Un beau roman d'atmosphère et d'ambiance lourdes et angoissantes. La lenteur et la monotonie des journées de Sean et des habitants de la ferme sont le contexte de ce roman qui joue sur les relations compliquées entre les filles et leur père, entre la famille en tant que groupe mais aussi ses individualités et Sean et entre la famille et les habitants de la petite ville avoisinante qui la rejettent et vice-versa. Il y a aussi les sanglochons, qui à eux-seuls forment un paysage sonore et odorant de second plan mais qui ajoute à la noirceur et la tension de l'ensemble. Un roman rural et poisseux qui se déroule en France mais qui pourrait être transplanté dans certaines campagnes étasuniennes perdues. Rusticité et violence, bestialité et force des hommes mais aussi douceur et tranquillité, beauté des paysages, de la faune et de la flore. Trois cents pages qui n'ennuient jamais le lecteur, qui avec des retours en arrière expliquent pourquoi Sean se retrouve dans cette situation et ce qu'il fuit. Sean cherchera aussi à connaître les raisons de la haine entre la famille et ses voisins.

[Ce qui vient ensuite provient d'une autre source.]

/// Whether a half-space cuts the affine set.
#[derive(Clone, Copy, Debug, PartialEq, Eq)]
pub enum Cut {
    /// The objective varies over the affine set, so that the cut works.
    Works,
    /// The objective is constant over it (or zero): the cut says nothing.
    Constant,
}

/// The projector of one problem.
pub struct AffineProjector<'a> {
    op: &'a Operator,
    rhs: &'a [f64],
    solver: Solver,
    weights: Vec<f64>,
    residual: Vec<f64>,
    slacks: Vec<Slack>,
    orthant_slack: Vec<f64>,
    cost: Vec<Mat<f64>>,
    cost_orthant: Vec<f64>,
    cost_square: f64,
    cut: Cut,
}

enum Solver {
    Direct { gram: Mat<f64>, factor: Mat<f64>, correction: Vec<f64> },
    Iterative { diagonal: Diagonal, images: Vec<Mat<f64>>, workspace: CgWorkspace },
}

impl<'a> AffineProjector<'a> {
    /// Forms and factors AA* and projects the cost.
    ///
    /// # Errors
    /// [`AffineError::NotPositive`], when the shifted matrix is not positive definite (a number that is not finite).
    pub fn new(
        problem: &'a Problem,
        op: &'a Operator,
        meter: &mut Meter,
    ) -> Result<Self, AffineError> {
        let m = op.constraints();
        let zeros =
            || op.blocks.iter().map(|b| Mat::zeros(b.order, b.order)).collect::<Vec<Mat<f64>>>();
        let solver = if m <= DIRECT_LIMIT {
            let gram = gram_matrix(problem, op);
            let mut factor = gram.clone();
            let largest = (0..m).fold(f64::MIN_POSITIVE, |s, i| s.max(gram[(i, i)]));
            for i in 0..m {
                factor[(i, i)] += SHIFT * largest;
            }
            cholesky::factor_in_place(factor.as_mut(), &mut Workspace::new())
                .map_err(|error| AffineError::NotPositive { constraints: m, pivot: error.index })?;
            meter.effort.factorisations += 1;
            meter.effort.flops += flops::cholesky(m);
            Solver::Direct { gram, factor, correction: vec![0.0; m] }
        } else {
            let square = |norm: f64| if norm > 0.0 { 1.0 / (norm * norm) } else { 1.0 };
            let entries = problem.constraints().iter().map(|a| square(a.norm())).collect();
            Solver::Iterative {
                diagonal: Diagonal { entries },
                images: zeros(),
                workspace: CgWorkspace::new(),
            }
        };
        let mut projector = AffineProjector {
            op,
            rhs: problem.rhs(),
            solver,
            weights: vec![0.0; m],
            residual: vec![0.0; m],
            slacks: op.blocks.iter().map(|block| block.slack()).collect(),
            orthant_slack: vec![0.0; problem.orthant()],
            cost: zeros(),
            cost_orthant: op.orthant_cost.clone(),
            cost_square: 0.0,
            cut: Cut::Constant,
        };
        projector.project_cost(problem, meter);
        Ok(projector)
    }

    /// Returns whether the objective varies over the affine set.
    pub fn cut(&self) -> Cut {
        self.cut
    }

    /// Replaces `points` and `x` by their projection onto {A(X) + a(x) = b} and returns
    /// ||A(X) + a(x) - b||_2 of the result, by one more evaluation.
    #[track_caller]
    pub fn project(&mut self, points: &mut [Mat<f64>], x: &mut [f64], meter: &mut Meter) -> f64 {
        self.measure(points, x, meter);
        self.solve(meter);
        self.subtract_adjoint(points, x);
        self.measure(points, x, meter);
        norm2(&self.residual)
    }

    /// Replaces `points` and `x` by their projection onto the part of the affine set with objective at most
    /// `gamma`; without effect beyond [`Self::project`] when the objective is constant there.
    #[track_caller]
    pub fn project_cut(
        &mut self,
        points: &mut [Mat<f64>],
        x: &mut [f64],
        gamma: f64,
        meter: &mut Meter,
    ) -> f64 {
        self.measure(points, x, meter);
        self.solve(meter);
        self.subtract_adjoint(points, x);
        let beyond = self.op.cost_dense(points, x) - gamma;
        if self.cut == Cut::Works && beyond > 0.0 {
            let t = beyond / self.cost_square;
            for (point, cost) in points.iter_mut().zip(&self.cost) {
                dense::axpy_matrix(-t, cost.as_ref(), point.as_mut());
            }
            axpy(-t, &self.cost_orthant, x);
        }
        self.measure(points, x, meter);
        norm2(&self.residual)
    }

    fn measure(&mut self, points: &[Mat<f64>], x: &[f64], meter: &mut Meter) {
        self.op.apply_dense(points, x, &mut self.residual);
        axpy(-1.0, self.rhs, &mut self.residual);
        meter.effort.operator_products += 1;
        meter.effort.flops +=
            self.op.blocks.iter().map(|block| block.flops_per_column()).sum::<u64>();
    }

    /// Solves AA* w = residual.
    fn solve(&mut self, meter: &mut Meter) {
        match &mut self.solver {
            Solver::Direct { gram, factor, correction } => {
                self.weights.fill(0.0);
                correction.copy_from_slice(&self.residual);
                for round in 0..=REFINEMENTS {
                    cholesky::solve_vector(factor.as_ref(), correction);
                    axpy(1.0, correction, &mut self.weights);
                    if round == REFINEMENTS {
                        break;
                    }
                    correction.copy_from_slice(&self.residual);
                    let product = dense::Accumulate::Add;
                    dense::gemv(correction, product, -1.0, gram.as_ref(), &self.weights);
                }
                let m = self.weights.len() as u64;
                meter.effort.flops += (REFINEMENTS as u64 + 1) * 4 * m * m;
            }
            Solver::Iterative { diagonal, images, workspace } => {
                let mut product = Product {
                    op: self.op,
                    slacks: &mut self.slacks,
                    images,
                    x: &mut self.orthant_slack,
                };
                self.weights.fill(0.0);
                let params = cg::Params { tolerance: CG_TOLERANCE, max_steps: 2000 };
                let info = cg::solve_preconditioned(
                    &mut product,
                    diagonal,
                    &self.residual,
                    &mut self.weights,
                    &params,
                    workspace,
                );
                meter.effort.operator_products += 2 * info.steps as u64;
            }
        }
    }

    /// Subtracts A*(w).
    fn subtract_adjoint(&mut self, points: &mut [Mat<f64>], x: &mut [f64]) {
        for (k, block) in self.op.blocks.iter().enumerate() {
            block.fill_slack(&self.weights, 0.0, &mut self.slacks[k]);
            block.add_slack_to(&self.slacks[k], 1.0, &mut points[k]);
        }
        self.op.orthant_slack(&self.weights, 0.0, &mut self.orthant_slack);
        axpy(1.0, &self.orthant_slack, x);
    }

    /// Computes C' = C - A*(h) with AA* h = A(C).
    fn project_cost(&mut self, problem: &Problem, meter: &mut Meter) {
        let zero = vec![0.0; self.op.constraints()];
        let mut cost = std::mem::take(&mut self.cost);
        let mut orthant = std::mem::take(&mut self.cost_orthant);
        for (k, block) in self.op.blocks.iter().enumerate() {
            block.fill_slack(&zero, 1.0, &mut self.slacks[k]);
            block.add_slack_to(&self.slacks[k], 1.0, &mut cost[k]);
        }
        for _ in 0..2 {
            self.op.apply_dense(&cost, &orthant, &mut self.residual);
            self.solve(meter);
            self.subtract_adjoint(&mut cost, &mut orthant);
        }
        let blocks: f64 = cost.iter().map(|c| dense::dot_symmetric(c.as_ref(), c.as_ref())).sum();
        self.cost_square = blocks + dot(&orthant, &orthant);
        let whole = problem.cost().norm();
        if self.cost_square.sqrt() > CONSTANT_COST * whole && whole > 0.0 {
            self.cut = Cut::Works;
        }
        self.cost = cost;
        self.cost_orthant = orthant;
    }
}

/// w -> A(A*(w)), by way of dense images.
struct Product<'a, 'b> {
    op: &'a Operator,
    slacks: &'b mut [Slack],
    images: &'b mut [Mat<f64>],
    x: &'b mut [f64],
}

Archétypes mais pas caricatures, Sean, Mathilde et Gretchen -les deux filles de la ferme-, Arnaud le père, évoluent et sans cesser de se chercher et de se jauger parviennent à créer des relations parfois difficiles, parfois empreintes d'une tension sexuelle, de jalousie, de désir refoulé, mais aussi de défi, d'autorité et de domination. L'ensemble est vraiment bien vu et si la "chute" n'est pas à tomber sur le cul, eh bien, elle ne déçoit pas du tout, 

Une belle réussite que ce roman français d'un écrivain anglais qui se balade très habilement et sans rougir dans le genre polar qui privilégie l'atmosphère et les personnages plutôt que la violence et l'hémoglobine.